Aggregator The out-of-process server that ingests telemetry over TCP, persists to SQLite, drives the display, and writes the final summary.
Runtime The per-rank, in-process agent that installs the patches and runs one sampler thread.
Rank / local_rank / global_rank / world_size Process indices under torchrun. Identities differ by layer: the runtime identity uses local_rank, the sender uses global_rank, and the wire envelope prefers global_rank.
Sampler A periodic collector (timing, memory, system, process) that appends rows to the in-memory database.
Renderer Transforms stored rows into CLI (Rich) or web (NiceGUI / Plotly) output and feeds the diagnosis engine.
Hook / patch / decorator The mechanisms that capture phase boundaries: monkeypatches on torch internals plus the user-facing trace_step.
H2D Host-to-device copy (CPU to GPU), timed by patching Tensor.to.
Phase A timed region within a step: dataloader, h2d, forward, backward, or optimizer.
Step / trace_step A training iteration; with trace_step(model) marks the boundary that phase timing is computed against.
Wait (wait_proxy) Residual step time, max(0, step - h2d - forward - backward - optimizer).
INPUT_BOUND / COMPUTE_BOUND The step is dominated by dataloading versus compute.
INPUT_STRAGGLER / COMPUTE_STRAGGLER / H2D_STRAGGLER / WAIT_STRAGGLER / STRAGGLER One rank is slower than typical after clean-step backward-wait discount; the label names the dominant excess, or STRAGGLER when mixed.

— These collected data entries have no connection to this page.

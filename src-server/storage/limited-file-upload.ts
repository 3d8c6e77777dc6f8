import { type CallHandler, type ExecutionContext, Inject, Injectable, mixin, type NestInterceptor, PayloadTooLargeException, type Type } from '@nestjs/common';
import { FileInterceptor } from '@nestjs/platform-express';
import { memoryStorage } from 'multer';
import type { Observable } from 'rxjs';
import { DomainError } from '../common/domain-error';
import { APP_CONFIG, type AppConfig } from '../config/app-config';

/** A file that is not text by its bytes (a NUL in the first 8 KiB): Touchstone and CSV never contain one. */
export function looksBinary(bytes: Uint8Array): boolean {
  return bytes.subarray(0, 8192).includes(0);
}

/** The limit a route enforces: its format's own limit, lowered to UPLOAD_MAX_MB when that is smaller. */
export function uploadLimitBytes(formatMaxBytes: number, config: Pick<AppConfig, 'uploadMaxBytes'>): number {
  return Math.min(formatMaxBytes, config.uploadMaxBytes);
}

/**
 * Multer memory upload of one `file` field that stops reading at the route's limit (see uploadLimitBytes)
 * and answers 413 { code, field, limitBytes } in the route's own words instead of a bare "payload too large".
 */
export function LimitedFileUpload(formatMaxBytes: number, code: string, what: string): Type<NestInterceptor> {
  @Injectable()
  class LimitedFileUploadInterceptor implements NestInterceptor {
    private readonly maxBytes: number;
    private readonly multipart: NestInterceptor;

    constructor(@Inject(APP_CONFIG) config: AppConfig) {
      this.maxBytes = uploadLimitBytes(formatMaxBytes, config);
      // Browsers send a file name's UTF-8 bytes as they are; multer would read them as latin1 ("BÃ¤nder.s1p").
      const Multipart = FileInterceptor('file', {
        storage: memoryStorage(),
        defParamCharset: 'utf8',
        limits: { fileSize: this.maxBytes, files: 1 },
      });
      this.multipart = new Multipart();
    }

    async intercept(context: ExecutionContext, next: CallHandler): Promise<Observable<unknown>> {
      try {
        return await this.multipart.intercept(context, next);
      } catch (error) {
        if (error instanceof PayloadTooLargeException) {
          const mib = Number((this.maxBytes / 1048576).toFixed(2));
          throw new DomainError(code, `file: ${what} may be at most ${mib} MiB; nothing was stored`, 413, { field: 'file', limitBytes: this.maxBytes });
        }
        throw error;
      }
    }
  }
  return mixin(LimitedFileUploadInterceptor);
}
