import { type CallHandler, type ExecutionContext, Injectable, mixin, type NestInterceptor, PayloadTooLargeException, type Type } from '@nestjs/common';
import { FileInterceptor } from '@nestjs/platform-express';
import { memoryStorage } from 'multer';
import type { Observable } from 'rxjs';
import { DomainError } from '../common/domain-error';

/** A file that is not text by its bytes (a NUL in the first 8 KiB): Touchstone and CSV never contain one. */
export function looksBinary(bytes: Uint8Array): boolean {
  return bytes.subarray(0, 8192).includes(0);
}

/**
 * Multer memory upload of one `file` field that stops reading at maxBytes and answers
 * 413 { code, limitBytes } in the route's own words instead of a bare "payload too large".
 */
export function LimitedFileUpload(maxBytes: number, code: string, what: string): Type<NestInterceptor> {
  // Browsers send a file name's UTF-8 bytes as they are; multer would read them as latin1 ("BÃ¤nder.s1p").
  const Multipart = FileInterceptor('file', { storage: memoryStorage(), defParamCharset: 'utf8', limits: { fileSize: maxBytes, files: 1 } });

  @Injectable()
  class LimitedFileUploadInterceptor implements NestInterceptor {
    private readonly multipart = new Multipart();

    async intercept(context: ExecutionContext, next: CallHandler): Promise<Observable<unknown>> {
      try {
        return await this.multipart.intercept(context, next);
      } catch (error) {
        if (error instanceof PayloadTooLargeException) {
          throw new DomainError(code, `file: ${what} may be at most ${maxBytes / 1048576} MiB; nothing was stored`, 413, { field: 'file', limitBytes: maxBytes });
        }
        throw error;
      }
    }
  }
  return mixin(LimitedFileUploadInterceptor);
}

WAIT_HEAVY A large window-wide share of step time is unattributed wait.
HIGH_PRESSURE / IMBALANCE GPU memory is near capacity, or uneven across ranks.
CREEP_EARLY / CREEP_CONFIRMED Direction-confirmed GPU-memory growth across the run, early or confirmed.
final_summary The end-of-run final_summary.{json,txt}; the JSON carries schema_version (currently 1.4).
Wire envelope The per-batch message, {meta, body: {tables}}, sent as a msgpack frame behind a 4-byte length prefix.
NoOpRuntime The inert runtime the system falls back to if instrumentation boot fails (fail-open).